Retype only the lines at the head of the records, first through the one with "archiveSurvey, restoreSurvey, updateSurvey", exactly as written.

Raw data START

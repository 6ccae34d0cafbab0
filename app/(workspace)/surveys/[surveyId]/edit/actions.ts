"use server";

import { revalidatePath } from "next/cache";
import { requireActor } from "@/src/server/auth/session";
import { archiveSurvey, restoreSurvey, updateSurvey } from "@/src/server/surveys/service";
import type { ActionState } from "@/src/ui/action-state";
import { actionErrorState, formFields } from "@/app/_lib/action-errors";

const SURVEY_FIELDS = ["name", "code", "client", "areaDescription", "timeZone", "notes"] as const;

function refreshSurvey(surveyId: string): void {
  revalidatePath("/surveys");
  revalidatePath(`/surveys/${surveyId}`, "layout");
}

export async function updateSurveyAction(surveyId: string, _prev: ActionState, formData: FormData): Promise<ActionState> {
  const actor = await requireActor(`/surveys/${surveyId}/edit`);
  try {
    await updateSurvey(actor, surveyId, formFields(formData, SURVEY_FIELDS));
  } catch (err) {
    return actionErrorState(err);
  }
  refreshSurvey(surveyId);
  return { status: "success", message: "Survey details saved." };
}

export async function setArchivedAction(surveyId: string, _prev: ActionState, formData: FormData): Promise<ActionState> {
  const actor = await requireActor(`/surveys/${surveyId}/edit`);
  const archive = formData.get("intent") === "archive";
  try {
    await (archive ? archiveSurvey(actor, surveyId) : restoreSurvey(actor, surveyId));
  } catch (err) {
    return actionErrorState(err);
  }
  refreshSurvey(surveyId);
  return {
    status: "success",
    message: archive ? "Survey archived. It is read-only and hidden from the survey list until restored." : "Survey restored. It can be edited again.",
  };
}
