"use client";
/** Kp values typed in ("start,kp" per line) or uploaded as a CSV file. */
import { useActionState } from "react";
import { fieldErrorsOf, formErrorOf, IDLE, successOf } from "@/src/ui/action-state";
import { TextAreaField, TextField } from "@/src/ui/field";
import { FormError, FormSuccess } from "@/src/ui/form-message";
import { SubmitButton } from "@/src/ui/submit-button";
import { submitWithoutReset } from "@/src/ui/submit-without-reset";
import { saveKpAction } from "../actions";

export function KpForm({ surveyId }: { surveyId: string }) {
  const [state, action] = useActionState(saveKpAction.bind(null, surveyId), IDLE);
  const errors = fieldErrorsOf(state);
  return (
    <form action={action} onSubmit={submitWithoutReset(action)} className="space-y-3" noValidate>
      <TextAreaField
        id="kp-text"
        name="text"
        label="Kp values"
        rows={5}
        placeholder={"start,kp\n2026-05-06T09:00Z,5+\n2026-05-06T12:00Z,6.33"}
        hint="One 3-hour interval per line: its start in UTC (00, 03, … 21 h) and Kp 0–9 (decimal or 5-, 5o, 5+). A value for an interval already held replaces it."
        errors={errors.text}
      />
      <TextField id="kp-file" name="file" type="file" accept=".csv,.txt,text/csv,text/plain" label="…or a CSV file of the same two columns" optional errors={errors.file} />
      <FormError message={formErrorOf(state)} />
      <FormSuccess message={successOf(state)} />
      <SubmitButton variant="secondary" pendingLabel="saving">Save Kp values</SubmitButton>
    </form>
  );
}
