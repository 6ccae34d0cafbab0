export { computeBaseQa, DEFAULT_QA_SETTINGS, type BaseQaResult, type BaseQaSettings } from "./base-qa";
export {
  samplingIntervalS,
  findGaps,
  dailyRanges,
  largestChange,
  chordDeviation,
  fourthDifferenceNoise,
  hampelSpikes,
  D4_DIVISOR,
  D4_FORMULA,
  MAD_TO_SIGMA,
  type GapReport,
  type DailyRange,
  type ChangeReport,
  type ChordReport,
  type NoiseReport,
  type SpikeReport,
  type Spike,
} from "./metrics";
export {
  judgeDay,
  DEFAULT_VERDICT_THRESHOLDS,
  type Verdict,
  type VerdictLevel,
  type VerdictLimits,
  type VerdictMetrics,
  type VerdictReason,
  type VerdictThresholds,
} from "./verdict";
export { mergeWindows, WindowCollector, type QaMetric, type QaWindow } from "./windows";
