/** Largest |trilinear − direct| at the probe points of up to MAX_CHECKED_CELLS cells spread over the grid. */
function checkCells(coefficients: CoefficientSet, shape: GridShape, values: Float64Array): number {
  const { lat, lon, height } = shape;
  const cells = (lat.count - 1) * (lon.count - 1) * (height.count - 1);
  const stride = Math.max(1, Math.floor(cells / MAX_CHECKED_CELLS));
  const latStride = lon.count;
  const heightStride = lon.count * lat.count;
  let worst = 0;
  const visit = (c: number) => {
    const ilon = c % (lon.count - 1);
    const ilat = Math.floor(c / (lon.count - 1)) % (lat.count - 1);
    const ih = Math.floor(c / ((lon.count - 1) * (lat.count - 1)));
    const base = ih * heightStride + ilat * latStride + ilon;
    for (const [fLat, fLon, fHeight] of PROBES) {
      const gridded = trilinear(values, base, 1, latStride, heightStride, fLat, fLon, fHeight);
      const direct = synthesizeFromCoefficients(
        coefficients,
        lat.start + (ilat + fLat) * lat.step,
        lon.start + (ilon + fLon) * lon.step,
        height.start + (ih + fHeight) * height.step,
      ).totalNt;
      worst = Math.max(worst, Math.abs(gridded - direct));
    }
  };
  for (let c = 0; c < cells; c += stride) visit(c);
  visit(cells - 1);
  return worst;
}

/** Build the grid behind createTotalFieldEvaluator and report its size (for tests and benchmarks). */
export function createTotalFieldGrid(model: FieldModel, opts: TotalFieldEvaluatorOptions): TotalFieldGrid {
  assertOptions(opts);
  const direct: TotalFieldEvaluator = (latitudeDeg, longitudeDeg, heightM, timeMs) =>
    synthesizeField(model, { latitudeDeg, longitudeDeg, heightM, timeMs }).totalNt;
  const coversFromMs = timeMsFromDecimalYear(model.validFromYear);
  const coversToMs = timeMsFromDecimalYear(model.validToYear);
  const directInto: TotalFieldBatchEvaluator = (out, latDeg, lonDeg, heightM, timeMs, count, defaultHeightM) => {
    for (let i = 0; i < count; i++) {
      const t = timeMs[i];
      const h = heightM ? heightM[i] : NaN;
      const outside = latDeg[i] !== latDeg[i] || lonDeg[i] !== lonDeg[i] || !(t >= coversFromMs && t <= coversToMs);
      out[i] = outside ? NaN : direct(latDeg[i], lonDeg[i], h === h ? h : defaultHeightM, t);
    }
  };
  const noGrid = (timeNodesMs: number[] = []): TotalFieldGrid => ({
    evaluate: direct,
    evaluateInto: directInto,
    latNodeCount: 0,
    lonNodeCount: 0,
    heightNodeCount: 0,
    timeNodesMs,
    checkedErrorNt: 0,
    usesGrid: false,
  });

  // Clip the time range to validity; readings outside it go to direct synthesis, which throws.
  const validFromMs = Math.ceil(coversFromMs);
  const validToMs = Math.floor(coversToMs);
  const fromMs = Math.max(opts.minTimeMs, validFromMs);
  const toMs = Math.min(opts.maxTimeMs, validToMs);
  if (fromMs > toMs) return noGrid();
  const nodesMs = timeNodes(model, fromMs, toMs);
  if (hasDegreeJump(model, fromMs, toMs)) return noGrid(nodesMs);
  const coefficientsAtNodes = nodesMs.map((t) => coefficientsAtYear(model, Math.min(decimalYear(t), model.validToYear)));

  let shape: GridShape | null = null;
  let firstValues: Float64Array | null = null;
  let checkedErrorNt = Infinity;
  for (let refinement = 0; refinement <= MAX_REFINEMENTS; ) {
    const candidate = gridShape(opts, refinement);
    if (nodeCount(candidate) * nodesMs.length > MAX_SPATIAL_NODES * 4 || nodeCount(candidate) > MAX_SPATIAL_NODES) break;
    const values = fillGrid(coefficientsAtNodes[0], candidate.lat, candidate.lon, candidate.height);
    checkedErrorNt = checkCells(coefficientsAtNodes[0], candidate, values);
    if (checkedErrorNt <= GRID_TOLERANCE_NT) {
      shape = candidate;
      firstValues = values;
      break;
    }
    // Trilinear error falls with the square of the spacing: skip straight to the halving that should pass.
    refinement += Math.max(1, Math.ceil(Math.log2(Math.sqrt(checkedErrorNt / GRID_TOLERANCE_NT))));
  }
  if (!shape || !firstValues) return noGrid(nodesMs);

  const { lat, lon, height } = shape;
  const grids = [firstValues, ...coefficientsAtNodes.slice(1).map((c) => fillGrid(c, lat, lon, height))];
  const latStride = lon.count;
  const heightStride = lon.count * lat.count;
  const latMax = lat.start + (lat.count - 1) * lat.step;
  const lonMax = lon.start + (lon.count - 1) * lon.step;
  const heightMax = height.start + (height.count - 1) * height.step;
  const firstMs = nodesMs[0];
  const lastMs = nodesMs[nodesMs.length - 1];
  let segment = 0;

  // The per-reading arithmetic is written once, in the batch loop; the one-reading form goes through it.
  const evaluateInto: TotalFieldBatchEvaluator = (out, latIn, lonIn, heightIn, timeIn, count, defaultHeightM) => {
    for (let i = 0; i < count; i++) {
      const latDeg = latIn[i];
      const lonGivenDeg = lonIn[i];
      const timeMs = timeIn[i];
      let heightM = heightIn ? heightIn[i] : NaN;
      if (heightM !== heightM) heightM = defaultHeightM;
      if (latDeg !== latDeg || lonGivenDeg !== lonGivenDeg || !(timeMs >= coversFromMs && timeMs <= coversToMs)) {
        out[i] = NaN;
        continue;
      }
      let lonDeg = lonGivenDeg;
      if (!(lonDeg >= lon.start && lonDeg <= lonMax)) {
        lonDeg = lon.start + ((((lonGivenDeg - lon.start) % 360) + 360) % 360); // same meridian, inside the window if it can be
      }
      if (
        !(latDeg >= lat.start && latDeg <= latMax) ||
        !(lonDeg >= lon.start && lonDeg <= lonMax) ||
        !(heightM >= height.start && heightM <= heightMax) ||
        !(timeMs >= firstMs && timeMs <= lastMs)
      ) {
        out[i] = direct(latDeg, lonGivenDeg, heightM, timeMs);
        continue;
      }
      while (segment > 0 && timeMs < nodesMs[segment]) segment--;
      while (segment < nodesMs.length - 2 && timeMs > nodesMs[segment + 1]) segment++;
      const uLat = (latDeg - lat.start) / lat.step;
      const uLon = (lonDeg - lon.start) / lon.step;
      const uHeight = (heightM - height.start) / height.step;
      const iLat = Math.min(Math.floor(uLat), lat.count - 2);
      const iLon = Math.min(Math.floor(uLon), lon.count - 2);
      const iHeight = Math.min(Math.floor(uHeight), height.count - 2);
      const fLat = uLat - iLat;
      const fLon = uLon - iLon;
      const fHeight = uHeight - iHeight;
      const base = iHeight * heightStride + iLat * latStride + iLon;
      const before = trilinear(grids[segment], base, 1, latStride, heightStride, fLat, fLon, fHeight);
      const t0 = nodesMs[segment];
      const t1 = nodesMs[segment + 1];
      if (t1 === t0) {
        out[i] = before;
        continue;
      }
      const after = trilinear(grids[segment + 1], base, 1, latStride, heightStride, fLat, fLon, fHeight);
      out[i] = before + ((timeMs - t0) / (t1 - t0)) * (after - before);
    }
  };
  const one = { lat: new Float64Array(1), lon: new Float64Array(1), height: new Float64Array(1), time: new Float64Array(1), out: new Float64Array(1) };
  const evaluate: TotalFieldEvaluator = (latDeg, lonDeg, heightM, timeMs) => {
    // outside validity direct synthesis throws, as documented; a NaN input goes there as before
    if (!(timeMs >= coversFromMs && timeMs <= coversToMs) || latDeg !== latDeg || lonDeg !== lonDeg || heightM !== heightM) {
      return direct(latDeg, lonDeg, heightM, timeMs);
    }
    one.lat[0] = latDeg;
    one.lon[0] = lonDeg;
    one.height[0] = heightM;
    one.time[0] = timeMs;
    evaluateInto(one.out, one.lat, one.lon, one.height, one.time, 1, 0);
    return one.out[0];
  };

  return {
    evaluate,
    evaluateInto,
    latNodeCount: lat.count,
    lonNodeCount: lon.count,
    heightNodeCount: height.count,
    timeNodesMs: nodesMs,
    checkedErrorNt,
    usesGrid: true,
  };
}

/**
 * Total-field evaluator for readings inside the given box and time range (see module comment).
 * Throws OutsideModelValidityError for a reading whose time is outside the model's validity.
 */
export function createTotalFieldEvaluator(model: FieldModel, opts: TotalFieldEvaluatorOptions): TotalFieldEvaluator {
  return createTotalFieldGrid(model, opts).evaluate;
}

Raw data END

= Response to this exercise =
repository 6ccae34d0cafbab0
filename app/(workspace)/surveys/[surveyId]/edit/actions.ts
"use server";

import { revalidatePath } from "next/cache";
import { requireActor } from "@/src/server/auth/session";
import { archiveSurvey, restoreSurvey, updateSurvey } from "@/src/server/surveys/service";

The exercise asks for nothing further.